Could you report every line of the listing below that holds the word "DailyCycle"?

Extracted material Start Marker

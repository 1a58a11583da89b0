//! Drifts: the systematic error of a sensor as a function of time.

use std::f64::consts::TAU;

/// A systematic error over time; times in days from the start, sizes in the channel's unit.
#[derive(Clone, Copy, Debug, PartialEq)]
pub enum Curve {
    /// Always zero.
    None,
    /// Zero until `onset`, then `rate` per day.
    Linear {
        /// Beginning.
        onset: f64,
        /// Change per day.
        rate: f64,
    },
    /// Zero until `onset`, then `change·(1 − exp(−(t − onset)/time_constant))`.
    Exponential {
        /// Beginning.
        onset: f64,
        /// Final error.
        change: f64,
        /// Days after which 63 % of it is reached.
        time_constant: f64,
    },
    /// Zero until `onset`, then `factor·(t − onset)²`.
    Quadratic {
        /// Beginning.
        onset: f64,
        /// Change per day².
        factor: f64,
    },
    /// Growth that feeds itself, as of a biofilm: `change·(exp(t/time_constant) − 1)/(exp(end/
    /// time_constant) − 1)`.
    Growth {
        /// Error at `end`.
        change: f64,
        /// Days in which it grows e-fold.
        time_constant: f64,
        /// When `change` is reached.
        end: f64,
    },
    /// Grows evenly to `height` within `period`, then falls to zero (cleaning).
    SawTooth {
        /// Days between cleanings.
        period: f64,
        /// Error just before a cleaning.
        height: f64,
    },
    /// Zero, from `at` on `size`.
    Step {
        /// When it jumps.
        at: f64,
        /// By how much.
        size: f64,
    },
    /// amplitude·sin(2π(t + phase)), t in days.
    DailyCycle {
        /// Amplitude.
        amplitude: f64,
        /// Part of a day.
        phase: f64,
    },
}

impl Curve {
    /// An even change from `onset` on, of `change` by `end`.
    #[must_use]
    pub fn creeping(onset: f64, change: f64, end: f64) -> Self {
        Self::Linear {
            onset,
            rate: change / (end - onset),
        }
    }

    /// The systematic error `day` days from the start.
    #[must_use]
    pub fn error(&self, day: f64) -> f64 {
        match *self {
            Self::None => 0.0,
            Self::Linear { onset, rate } => rate * (day - onset).max(0.0),
            Self::Exponential {
                onset,
                change,
                time_constant,
            } => change * (1.0 - libm::exp(-(day - onset).max(0.0) / time_constant)),
            Self::Quadratic { onset, factor } => {
                let run = (day - onset).max(0.0);
                factor * run * run
            }
            Self::Growth {
                change,
                time_constant,
                end,
            } => change * libm::expm1(day / time_constant) / libm::expm1(end / time_constant),
            Self::SawTooth { period, height } => {
                let turn = day / period;
                height * (turn - libm::floor(turn))
            }
            Self::Step { at, size } => {
                if day >= at {
                    size
                } else {
                    0.0
                }
            }
            Self::DailyCycle { amplitude, phase } => amplitude * libm::sin(TAU * (day + phase)),
        }
    }

    /// Instants up to `end` at which the error jumps.
    #[must_use]
    pub fn jumps(&self, end: f64) -> Vec<f64> {
        match *self {
            Self::Step { at, .. } if at < end => vec![at],
            Self::SawTooth { period, .. } => {
                let mut jumps = Vec::new();
                let mut at = period;
                while at < end {
                    jumps.push(at);
                    at = period * (jumps.len() as f64 + 1.0);
                }
                jumps
            }
            _ => Vec::new(),
        }
    }
}

#[cfg(test)]
mod tests {
    use super::*;

    #[test]
    fn curves_take_their_stated_values() {
        let linear = Curve::Linear {
            onset: 2.0,
            rate: 0.5,
        };
        let quadratic = Curve::Quadratic {
            onset: 1.0,
            factor: -2.0,
        };
        let saw_tooth = Curve::SawTooth {
            period: 4.0,
            height: 2.0,
        };
        let step = Curve::Step {
            at: 5.0,
            size: -1.0,
        };
        let cycle = Curve::DailyCycle {
            amplitude: 3.0,
            phase: 0.0,
        };
        let ageing = Curve::Exponential {
            onset: 1.0,
            change: 10.0,
            time_constant: 2.0,
        };
        let growth = Curve::Growth {
            change: 3.0,
            time_constant: 2.0,
            end: 8.0,
        };
        let cases = [
            (growth, 0.0, 0.0),
            (growth, 8.0, 3.0),
            // 3·(e¹ − 1)/(e⁴ − 1)
            (growth, 2.0, 0.096_175_809_840_255),
            (Curve::None, 3.0, 0.0),
            (linear, 1.0, 0.0),
            (linear, 4.0, 1.0),
            (quadratic, 3.0, -8.0),
            (saw_tooth, 3.0, 1.5),
            (saw_tooth, 4.0, 0.0),
            (step, 4.999, 0.0),
            (step, 5.0, -1.0),
            (cycle, 0.25, 3.0),
            // 10·(1 − 1/e)
            (ageing, 3.0, 6.321_205_588_285_577),
        ];
        for (curve, day, expected) in cases {
            assert!(
                (curve.error(day) - expected).abs() < 1e-12,
                "{curve:?} at {day}"
            );
        }
    }

    #[test]
    fn jumps_are_where_the_error_falls_or_steps() {
        assert_eq!(
            Curve::SawTooth {
                period: 4.0,
                height: 2.0
            }
            .jumps(12.5),
            [4.0, 8.0, 12.0]
        );
        assert_eq!(
            Curve::Step {
                at: 5.0,
                size: -1.0
            }
            .jumps(6.0),
            [5.0]
        );
        assert_eq!(
            Curve::Step {
                at: 5.0,
                size: -1.0
            }
            .jumps(4.0),
            [0.0; 0]
        );
        assert_eq!(
            Curve::Linear {
                onset: 2.0,
                rate: 0.5
            }
            .jumps(9.0),
            [0.0; 0]
        );
    }
}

Extracted material End Marker

• [Answer box]
    DailyCycle {
            Self::DailyCycle { amplitude, phase } => amplitude * libm::sin(TAU * (day + phase)),
        let cycle = Curve::DailyCycle {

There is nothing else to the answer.